Ainsi, dans le secteur du BTP, il est tout à fait possible d’aller beaucoup plus loin pour ce qui touche au réemploi des matières premières puisque « certains matériaux de déconstruction recyclés pourraient même, être exportés vers des pays émergents ». Toujours est-il que les industriels mettent l'accent sur les techniques qui permettent par exemple, d'incorporer davantage de matières premières recyclées dans la fabrication du béton, alors qu'aujourd'hui, on tourne encore à 20% de matière recyclée. Ils penchent donc pour un taux d'incorporation supérieur, à faire figurer dans les cahiers des charges des donneurs d’ordre...

L’étude décortique les indicateurs employés par une quarantaine de grandes entreprises ; elle en décompte 160 et établit un constat : «60% d’entre eux portent sur les déchets, ce qui constitue un réflexe historique au sein des entreprises », précise David Laurent, responsable du pôle Climat et ressources d’EpE. Cela dit, « nous observons une tendance nette vers les indicateurs émergents, en particulier pour évaluer l’éco-conception, la durée d’usage ou encore la part de marché ».

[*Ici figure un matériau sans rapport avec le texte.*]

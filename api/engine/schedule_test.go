package engine

import (
	"context"
	"encoding/json"
	"fmt"
	"slices"
	"sync"
	"testing"
	"time"

	"github.com/deadspace-fhir/deadspace/api/engine/enginetest"
	"github.com/deadspace-fhir/deadspace/api/store"
	"github.com/deadspace-fhir/deadspace/api/store/boltstore"
	"github.com/deadspace-fhir/deadspace/derive"
	"github.com/deadspace-fhir/deadspace/fhir/decode"
)

// gatedStore records the subject of every commit and holds the commit of
// one patient until released, so a test can act while that evaluation is
// in progress.
type gatedStore struct {
	store.Store
	hold    string        // the subject whose first commit is held
	held    chan struct{} // closed when that commit arrives
	release chan struct{} // closed to let it go on

	mu      sync.Mutex
	commits []string
	once    sync.Once
}

func (g *gatedStore) Commit(ctx context.Context, c store.Change, now time.Time) error {
	if c.Subject == g.hold {
		first := false
		g.once.Do(func() { first = true })
		if first {
			close(g.held)
			<-g.release
		}
	}
	g.mu.Lock()
	g.commits = append(g.commits, c.Subject)
	g.mu.Unlock()
	return g.Store.Commit(ctx, c, now)
}

func (g *gatedStore) committed() []string {
	g.mu.Lock()
	defer g.mu.Unlock()
	return append([]string(nil), g.commits...)
}

func readingOf(subject, id, code, unit string, v float64, at time.Time) json.RawMessage {
	return json.RawMessage(fmt.Sprintf(`{"resourceType":"Observation","id":"%s","meta":{"versionId":"1","lastUpdated":"%s"},"status":"final",`+
		`"code":{"coding":[{"system":"http://loinc.org","code":"%s"}]},"subject":{"reference":"%s"},"effectiveDateTime":"%s",`+
		`"valueQuantity":{"value":%g,"unit":"%s","system":"http://unitsofmeasure.org","code":"%s"}}`,
		id, at.UTC().Format(time.RFC3339), code, subject, at.UTC().Format(time.RFC3339), v, unit, unit))
}

// scheduleEngine is a standalone engine over a gated store, evaluating one
// patient at a time so the order of evaluations is the order of hand-outs.
func scheduleEngine(t *testing.T, hold string) (*Engine, *gatedStore) {
	t.Helper()
	st := enginetest.OpenStore(t, boltstore.Options{})
	g := &gatedStore{Store: st, hold: hold, held: make(chan struct{}), release: make(chan struct{})}
	enc := enginetest.Encoder(t)
	eng, err := New(Config{Store: g, Decoder: decode.New(decode.Options{}), Encoder: enc, Derive: derive.DefaultConfig()})
	if err != nil {
		t.Fatal(err)
	}
	eng.evaluators = 1
	return eng, g
}

// run runs the engine until the test ends.
func run(t *testing.T, eng *Engine) {
	ctx, cancel := context.WithCancel(context.Background())
	done := make(chan struct{})
	go func() {
		defer close(done)
		_ = eng.Run(ctx)
	}()
	t.Cleanup(func() {
		cancel()
		<-done
	})
}

// settled waits until no patient is dirty (the wait is a bound on a hang,
// not a timing under test).
func settled(t *testing.T, eng *Engine) {
	t.Helper()
	deadline := time.Now().Add(time.Minute)
	for time.Now().Before(deadline) {
		h, err := eng.Health(t.Context())
		if err == nil && h.Stats.DirtyPatients == 0 {
			return
		}
		time.Sleep(5 * time.Millisecond)
	}
	t.Fatal("patients still dirty after a minute")
}

// gasDuringHeldEvaluation gives patients Patient/d0 to d<devices-1> a new
// end-tidal reading each (d0's mark is the oldest, so it is evaluated
// first and, with g holding d0, its commit is held), runs the engine, and
// once d0's commit is held ingests a blood gas for Patient/gas.
func gasDuringHeldEvaluation(t *testing.T, eng *Engine, g *gatedStore, devices int) {
	t.Helper()
	now := time.Now().UTC().Truncate(time.Minute)
	for p := range devices {
		subject := fmt.Sprintf("Patient/d%d", p)
		if _, err := eng.Ingest(t.Context(), "test", []json.RawMessage{readingOf(subject, fmt.Sprintf("e%d", p), "19891-1", "mm[Hg]", 36, now.Add(-time.Minute))}); err != nil {
			t.Fatal(err)
		}
	}
	run(t, eng)
	<-g.held
	if _, err := eng.Ingest(t.Context(), "test", []json.RawMessage{readingOf("Patient/gas", "g1", "2019-8", "mm[Hg]", 42, now.Add(-2*time.Minute))}); err != nil {
		t.Fatal(err)
	}
}

// A blood gas that arrives while a queue of patients with device readings
// only is being evaluated is evaluated next, before the rest of the queue
// (issue 9, item 1).
func TestBloodGasJumpsTheQueue(t *testing.T) {
	t.Parallel()
	eng, g := scheduleEngine(t, "Patient/d0")
	gasDuringHeldEvaluation(t, eng, g, 10)
	close(g.release)
	settled(t, eng)
	got := g.committed()
	if len(got) != 11 {
		t.Fatalf("commits %v, want one per patient (11)", got)
	}
	if got[0] != "Patient/d0" || got[1] != "Patient/gas" {
		t.Errorf("evaluation order %v: want the blood gas's patient right after the evaluation in progress", got)
	}
}

// Notifications for a patient that arrive while its evaluation runs lead
// to one more evaluation, not one each.
func TestChangesDuringAnEvaluationCoalesce(t *testing.T) {
	t.Parallel()
	now := time.Now().UTC().Truncate(time.Minute)
	eng, g := scheduleEngine(t, "Patient/a")
	ctx := t.Context()
	if _, err := eng.Ingest(ctx, "test", []json.RawMessage{readingOf("Patient/a", "a0", "19891-1", "mm[Hg]", 36, now.Add(-10*time.Minute))}); err != nil {
		t.Fatal(err)
	}
	run(t, eng)
	<-g.held
	for i := range 5 {
		if _, err := eng.Ingest(ctx, "test", []json.RawMessage{readingOf("Patient/a", fmt.Sprintf("a%d", i+1), "19891-1", "mm[Hg]", 36, now.Add(time.Duration(i-9)*time.Minute))}); err != nil {
			t.Fatal(err)
		}
	}
	close(g.release)
	settled(t, eng)
	if got := g.committed(); len(got) != 2 {
		t.Errorf("commits %v: want the evaluation in progress and one more for the five changes during it", got)
	}
	n, err := eng.InputCount(ctx, "Patient/a")
	if err != nil || n != 6 {
		t.Errorf("inputs stored: %d, %v; want 6", n, err)
	}
}

// Patients with device readings only take at most half of the evaluators
// (one of two), so a blood gas that arrives while such an evaluation runs
// is evaluated beside it at once, and the rest of the device readings'
// queue waits for the one in progress.
func TestDeviceReadingsLeaveAnEvaluatorForBloodGases(t *testing.T) {
	t.Parallel()
	eng, g := scheduleEngine(t, "Patient/d0")
	eng.evaluators = 2
	gasDuringHeldEvaluation(t, eng, g, 5)
	// The blood gas is committed while d0's commit is still held (the
	// wait is a bound on a hang, not a timing under test).
	deadline := time.Now().Add(time.Minute)
	for !slices.Contains(g.committed(), "Patient/gas") {
		if time.Now().After(deadline) {
			t.Fatalf("commits %v: the blood gas was not evaluated beside the held device evaluation", g.committed())
		}
		time.Sleep(time.Millisecond)
	}
	if got := g.committed(); len(got) != 1 {
		t.Errorf("commits %v while one device evaluation was in progress: want the blood gas's alone", got)
	}
	close(g.release)
	settled(t, eng)
	if got := g.committed(); len(got) != 6 {
		t.Errorf("commits %v, want one per patient (6)", got)
	}
}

Quant à Oréé, association multi-acteurs de 188 membres, acteur historique en France des démarches d’économie circulaire, notamment au travers de son approche territoriale, elle a conclu, par la voix de sa présidente, Patricia Savin, en réaffirmant que « l’économie circulaire, c’est d’abord une nouvelle façon de concevoir la société : produire et consommer différemment en limitant son empreinte environnementale. Tous les acteurs du territoire sont concernés et doivent œuvrer en synergie. L’Engagement pour la Croissance Verte Frivep, piloté par Orée autour du réemploi et du recyclage des vêtements professionnels en est la parfaite illustration. La FREC doit faciliter la mise en œuvre de telles démarches opérationnelles et pragmatiques »...

Clôturant les échanges, le directeur général délégué de l'Ademe, Fabrice Boissier, s’est félicité de constater un passage effectif du discours, à l’action, même s'il a, aussi, considéré que ce début prometteur reste insuffisant, prévenant l'auditoire que « si on ne change pas rapidement de modèle... on ira droit dans le mur ».